“My main inspiration lies in creating movements. I want to use the power and influence of film to make a meaningful difference, and change the way people think and interact.”

An MBA may not be common for producers, but it was the “next logical step” for Whitney Ferris, WG’18. Having produced TV commercials since graduating from college, she came to Wharton’s MBA for Executives Program in San Francisco to learn how to make a larger impact with film.

“I wanted to challenge myself to think bigger and to look for opportunities to become a decision-maker as to what messages are created, how they are shared, and who sees them,” said Whitney, a senior producer at BBDO San Francisco.

Her main area of focus – an area she is exploring at Wharton – is social impact. “Every company has an opportunity to ask how they can have a more positive influence in the world. I’m passionate about creating impactful messages in producing commercials and shaping relationships with brands,” she said.

Her recent work on the “Dads Who Play Barbie” commercial for Mattel is a perfect example. Whitney produced the ad, which first aired during the AFC Championship Game between the New England Patriots and the Pittsburgh Steelers.

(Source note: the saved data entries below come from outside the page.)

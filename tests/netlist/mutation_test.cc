// The built-in cells with damaged text: the reader must end, and either read a
// cell or point at a place in the text.  The damage is the same in every run.

#include <algorithm>
#include <array>
#include <cstddef>
#include <cstdio>
#include <filesystem>
#include <random>
#include <string>
#include <string_view>
#include <vector>

#include <gtest/gtest.h>

#include "harness/base/file.h"
#include "harness/netlist/reader.h"
#include "tests/netlist/read_text.h"

namespace gatedyno {
namespace {

// Enough to damage every line of every cell several times.
constexpr int kMutantsPerCell = 400;
constexpr unsigned kSeed = 20260101;

constexpr std::array<std::string_view, 24> kFragments = {
    "{",   "}",  "'",    "(",       ")",      "=",     "*", "**",
    "\n+", "\n", ".end", ".ends",   ".param", "x1 ",   "/", ";",
    "$",   "//", "1a",   "params:", "m=0",    "1e999", "-", "\t"};

class Mutator {
 public:
  std::string Damage(std::string text) {
    const size_t count = 1 + Below(3);
    for (size_t i = 0; i < count && !text.empty(); ++i) {
      DamageOnce(text);
    }
    return text;
  }

 private:
  size_t Below(size_t limit) { return random_() % limit; }

  void DamageOnce(std::string& text) {
    const size_t at = Below(text.size());
    const size_t length = 1 + Below(12);
    switch (Below(5)) {
      case 0:
        text.erase(at, length);
        break;
      case 1:
        text.insert(at, kFragments[Below(kFragments.size())]);
        break;
      case 2:
        text[at] = static_cast<char>(Below(256));
        break;
      case 3:
        text.insert(at, text.substr(Below(text.size()), length));
        break;
      default:
        text.resize(at);
    }
  }

  std::mt19937 random_{kSeed};
};

// "t.sp:LINE:COLUMN: ...", the line and a caret below its column.
void ExpectAPlace(const std::string& message, int lines) {
  int line = 0;
  int column = 0;
  ASSERT_EQ(std::sscanf(message.c_str(), "t.sp:%d:%d: ", &line, &column), 2)
      << message;
  EXPECT_TRUE(line >= 1 && line <= lines + 1) << message;
  EXPECT_GE(column, 1) << message;
  EXPECT_TRUE(message.ends_with(" ^") || message.ends_with("\n^")) << message;
}

// Sorted: the folder's own order differs from machine to machine.
std::vector<std::filesystem::path> CellFiles() {
  const std::filesystem::path folder = GATEDYNO_SOURCE_DIR;
  std::vector<std::filesystem::path> paths;
  for (const auto& entry :
       std::filesystem::directory_iterator(folder / "decks/cells")) {
    paths.push_back(entry.path());
  }
  std::sort(paths.begin(), paths.end());
  return paths;
}

TEST(Mutation, EveryDamagedCellEndsWithACellOrAPlace) {
  Mutator mutator;
  int read = 0;
  int refused = 0;
  for (const std::filesystem::path& path : CellFiles()) {
    const Result<std::string> text = ReadFile(path);
    ASSERT_TRUE(text.ok());
    for (int i = 0; i < kMutantsPerCell; ++i) {
      const std::string damaged = mutator.Damage(*text);
      const Result<std::vector<Cell>> cells =
          ReadCells(damaged, kFile, TestOptions());
      if (cells.ok()) {
        ++read;
      } else {
        ++refused;
        const auto lines = std::count(damaged.begin(), damaged.end(), '\n');
        ExpectAPlace(cells.error().message, static_cast<int>(lines));
      }
    }
  }
  // Damage in a comment is harmless, damage elsewhere mostly is not.
  EXPECT_GT(read, kMutantsPerCell);
  EXPECT_GT(refused, kMutantsPerCell);
}

}  // namespace
}  // namespace gatedyno
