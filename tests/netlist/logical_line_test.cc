#include "harness/netlist/logical_line.h"

#include <string>
#include <vector>

#include <gtest/gtest.h>

namespace gatedyno {
namespace {

std::vector<LogicalLine> LinesOf(std::string_view text) {
  const SourceText source(text, "t.sp");
  LogicalLineReader reader(source);
  std::vector<LogicalLine> lines;
  while (true) {
    Parsed<std::optional<LogicalLine>> line = reader.Next();
    if (!line.ok()) {
      ADD_FAILURE() << line.error().message;
      return lines;
    }
    if (!line->has_value()) {
      return lines;
    }
    lines.push_back(**std::move(line));
  }
}

std::vector<std::string> TextsOf(std::string_view text) {
  std::vector<std::string> texts;
  for (const LogicalLine& line : LinesOf(text)) {
    texts.push_back(line.text);
  }
  return texts;
}

using Texts = std::vector<std::string>;

// Comments and continuations as ngspice 39.3 reads them, tried.
TEST(LogicalLine, DropsCommentsAndJoinsContinuations) {
  const struct {
    std::string text;
    Texts lines;
  } table[] = {
      {"", {}},
      {"\n \n\t\n", {}},
      {"* all\n  * indented\n; all\n$ all\n// all\n", {}},
      {"*.PININFO a:I\n", {}},
      {"r1 a b 1", {"r1 a b 1"}},
      {"r1 a b 1 ; k\n", {"r1 a b 1"}},
      {"r1 a b 1; k\n", {"r1 a b 1"}},
      {"r1 a b 1 // k\n", {"r1 a b 1"}},
      {"r1 a b 1// k\n", {"r1 a b 1"}},
      {"r1 a b 1 $X=1 $Y=2\n", {"r1 a b 1"}},
      {"r1 a b 1 $[nch]\n", {"r1 a b 1"}},
      {"r1 a,$ k\n", {"r1 a,"}},
      {"r1 a$1 b 1\n", {"r1 a$1 b 1"}},
      {"r1 a/1 b 1\n", {"r1 a/1 b 1"}},
      {"r1 a * b\n", {"r1 a * b"}},
      {"r1 a\n+ b 1\n", {"r1 a  b 1"}},
      {"r1 a\n+b 1\n", {"r1 a b 1"}},
      {"r1 a\n   + b 1\n", {"r1 a     b 1"}},
      {"r1 a\n* note\n\n+ b 1\n", {"r1 a  b 1"}},
      {"r1 a ; why\n+ b 1\nr2 c d 1\n", {"r1 a  b 1", "r2 c d 1"}},
      {"r1 a\n+\n+ b 1\n", {"r1 a   b 1"}},
      {"r1 a b 1\r\nr2 a b 1\r\n", {"r1 a b 1", "r2 a b 1"}},
      {"\xEF\xBB\xBFr1 a b 1\n", {"r1 a b 1"}},
  };
  for (const auto& row : table) {
    EXPECT_EQ(TextsOf(row.text), row.lines) << row.text;
  }
}

TEST(LogicalLine, KnowsWhereEachPartStands) {
  const std::vector<LogicalLine> lines =
      LinesOf("* head\nr1 a\n* note\n  + b 100\n");
  ASSERT_EQ(lines.size(), 1U);
  const struct {
    std::string part;
    int line;
    int column;
  } table[] = {{"r1", 2, 1}, {"a", 2, 4}, {"b", 4, 5}, {"100", 4, 7}};
  for (const auto& row : table) {
    const SourcePosition position =
        lines[0].PositionOf(lines[0].text.find(row.part));
    EXPECT_EQ(position.line, row.line) << row.part;
    EXPECT_EQ(position.column, row.column) << row.part;
  }
}

TEST(LogicalLine, RefusesAContinuationOfNothing) {
  const SourceText source("* head\n  + w=1u\n", "t.sp");
  LogicalLineReader reader(source);
  const Parsed<std::optional<LogicalLine>> line = reader.Next();
  ASSERT_FALSE(line.ok());
  EXPECT_EQ(line.error().message,
            "a continuation line with nothing above it to continue");
  EXPECT_EQ(line.error().position.line, 2);
  EXPECT_EQ(line.error().position.column, 3);
}

}  // namespace
}  // namespace gatedyno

It highlights how time spent by dads playing with their daughters in their imaginary world is an investment in their real world.

“My main inspiration lies in creating movements,” Whitney said. “I want to use the power and influence of film to make a meaningful difference, and change the way people think and interact.”

Challenging the Status Quo

When she decided to go back to school, Wharton San Francisco’s annual Social Impact Conference was one of the first things that attracted Whitney to Wharton. “Before applying, I went to the conference to get a sense of the School and was genuinely impressed by its commitment not only to social change, but also to the Bay Area’s entrepreneurial community,” she said.

As Whitney started to talk to students and alumni, she saw that she could learn a great deal from Wharton classmates and contribute her own unique perspectives.

“I wanted to engage with a diverse group of students who would challenge me to think differently and help me grow, and have an opportunity to shake things up for my classmates too,” she said. “That is what we do in advertising – we try to challenge the status quo.”

Although she knew Wharton was the right EMBA program for her, Whitney still needed to decide about self-sponsorship.

“It was a scary decision because it was a lot of debt to take on, but I thought back to something my mom always said, ‘No one can take knowledge from you, so your education is always worth investing in.’”

“It’s a gamble, but I think the best gambles are those we take on ourselves and I feel good about this investment,” Whitney said. “I came to Wharton to extend my network outside of advertising, engage with the entrepreneurial ecosystem in the Bay Area, and get the knowledge and skills needed to have a more influential role.”

Even though she’s still in her first year, Whitney is already see a return on her investment.

How Wharton Adds Value for Women

For Whitney, the most “immediate and tangible” value is the School’s brand. “Having Wharton associated with my name gives me immediate credibility and respect with peers, vendors, and clients,” she said.

She pointed out that this benefit is especially helpful to her as a woman. “The Wharton name allows for opportunities to have a seat at tables that I may not have otherwise had access to. This program helps to level the playing field. Colleagues and potential partners know I’m driven, ambitious, and trust me to take on serious challenges. I don’t have to prove my tenacity anymore.”

Another important value is her new network. “You become part of a community that has great respect for one another,” she said. “This is an extremely rigorous program and when you go through it, you know you can count on a Wharton EMBA student past, present, or future.”

Whitney described a “noticeable celebration” of women in the program. “Wharton acknowledges the gender gap in EMBA programs, as they occur during a time for many women when other major life-changing decisions are being made, whether it is career, marriage, or kids,” she said. “These can all deter women from going back to school. I’m impressed with Wharton’s willingness to acknowledge this challenge and actively work to address it.”

“Through things like Women of Wharton events and speakers who directly address these challenges, Wharton is taking steps to help shrink the gender gap,” Whitney said. “We have work to do in this area, but every step that Wharton takes for women and leadership is a step forward for everyone.”